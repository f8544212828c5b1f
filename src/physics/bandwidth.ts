import { GYROMAGNETIC_RATIO_HZ_PER_T } from "./larmor.js";

/**
 * Straight, evenly sampled readouts: bandwidth, duration, gradient, and what follows from them.
 *
 * Source: Haacke, Brown, Thompson, Venkatesan, Magnetic Resonance Imaging: Physical Principles and Sequence
 * Design; Bernstein, King, Zhou, Handbook of MRI Pulse Sequences.
 */

/** Bandwidth of the whole readout, Hz: one over the dwell time. */
export function readoutBandwidthHz(dwellSeconds: number): number {
  return 1 / dwellSeconds;
}

/** Time from the first to one past the last of `encodedSamples`, seconds. */
export function readoutDurationSeconds(encodedSamples: number, dwellSeconds: number): number {
  return encodedSamples * dwellSeconds;
}

/**
 * Hz between neighbouring pixels along the readout: `1 / (N dwell)`, N the encoded samples with oversampling.
 * Cropping the oversampled field of view afterwards leaves it unchanged.
 */
export function bandwidthPerPixelHz(encodedSamples: number, dwellSeconds: number): number {
  return 1 / readoutDurationSeconds(encodedSamples, dwellSeconds);
}

/** Readout gradient in T/m that spreads `bandwidthHz` over `fieldOfViewM` metres (the encoded one): `BW / ((gamma/2pi) FOV)`. */
export function readoutGradientTPerM(bandwidthHz: number, fieldOfViewM: number): number {
  return bandwidthHz / (GYROMAGNETIC_RATIO_HZ_PER_T * fieldOfViewM);
}

/** Smallest field of view in metres that a gradient of `gradientTPerM` reaches at `bandwidthHz`. */
export function smallestFieldOfViewM(bandwidthHz: number, gradientTPerM: number): number {
  return bandwidthHz / (GYROMAGNETIC_RATIO_HZ_PER_T * gradientTPerM);
}

/** Where a point at `positionMm` appears in a field of view of `fovMm` about 0: in [-fov/2, fov/2). */
export function aliasedPositionMm(positionMm: number, fovMm: number): number {
  const half = fovMm / 2;
  return ((((positionMm + half) % fovMm) + fovMm) % fovMm) - half;
}

/**
 * Full width at half maximum, in pixels, of the point spread of a readout during which the signal decays as
 * exp(-t / T2*): `|sinc(x + i b)|` with `b = 1 / (2 pi T2* BWpp)` and sinc(z) = sin(pi z) / (pi z).
 * Without decay (`t2StarSeconds` = Infinity) it is 1.2067 pixels.
 */
export function t2StarBlurWidthPixels(t2StarSeconds: number, pixelBandwidthHz: number): number {
  const b = 1 / (2 * Math.PI * t2StarSeconds * pixelBandwidthHz);
  const half = squaredSinc(0, b) / 4;
  let inside = 0;
  let outside = 0.25; // the spread falls steadily over its main lobe: step out, then bisect
  while (squaredSinc(outside, b) > half) {
    inside = outside;
    outside += 0.25;
  }
  for (let i = 0; i < 50; i++) {
    const middle = (inside + outside) / 2;
    if (squaredSinc(middle, b) > half) inside = middle;
    else outside = middle;
  }
  return inside + outside;
}

/** `|sinc(x + i b)|^2 = (sin^2(pi x) + sinh^2(pi b)) / (pi^2 (x^2 + b^2))`. */
function squaredSinc(x: number, b: number): number {
  if (x === 0 && b === 0) return 1;
  return (Math.sin(Math.PI * x) ** 2 + Math.sinh(Math.PI * b) ** 2) / (Math.PI ** 2 * (x * x + b * b));
}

======

**TASK INSTRUCTIONS:**
Precisely the lines between those holding "dwell time. */" and "let inside = 0;", inclusive, are to be reproduced from the listing above, with nothing added.

**ANSWER BOX:**
/** Bandwidth of the whole readout, Hz: one over the dwell time. */
export function readoutBandwidthHz(dwellSeconds: number): number {
  return 1 / dwellSeconds;
}

/** Time from the first to one past the last of `encodedSamples`, seconds. */
export function readoutDurationSeconds(encodedSamples: number, dwellSeconds: number): number {
  return encodedSamples * dwellSeconds;
}

/**
 * Hz between neighbouring pixels along the readout: `1 / (N dwell)`, N the encoded samples with oversampling.
 * Cropping the oversampled field of view afterwards leaves it unchanged.
 */
export function bandwidthPerPixelHz(encodedSamples: number, dwellSeconds: number): number {
  return 1 / readoutDurationSeconds(encodedSamples, dwellSeconds);
}

/** Readout gradient in T/m that spreads `bandwidthHz` over `fieldOfViewM` metres (the encoded one): `BW / ((gamma/2pi) FOV)`. */
export function readoutGradientTPerM(bandwidthHz: number, fieldOfViewM: number): number {
  return bandwidthHz / (GYROMAGNETIC_RATIO_HZ_PER_T * fieldOfViewM);
}

/** Smallest field of view in metres that a gradient of `gradientTPerM` reaches at `bandwidthHz`. */
export function smallestFieldOfViewM(bandwidthHz: number, gradientTPerM: number): number {
  return bandwidthHz / (GYROMAGNETIC_RATIO_HZ_PER_T * gradientTPerM);
}

/** Where a point at `positionMm` appears in a field of view of `fovMm` about 0: in [-fov/2, fov/2). */
export function aliasedPositionMm(positionMm: number, fovMm: number): number {
  const half = fovMm / 2;
  return ((((positionMm + half) % fovMm) + fovMm) % fovMm) - half;
}

/**
 * Full width at half maximum, in pixels, of the point spread of a readout during which the signal decays as
 * exp(-t / T2*): `|sinc(x + i b)|` with `b = 1 / (2 pi T2* BWpp)` and sinc(z) = sin(pi z) / (pi z).
 * Without decay (`t2StarSeconds` = Infinity) it is 1.2067 pixels.
 */
export function t2StarBlurWidthPixels(t2StarSeconds: number, pixelBandwidthHz: number): number {
  const b = 1 / (2 * Math.PI * t2StarSeconds * pixelBandwidthHz);
  const half = squaredSinc(0, b) / 4;
  let inside = 0;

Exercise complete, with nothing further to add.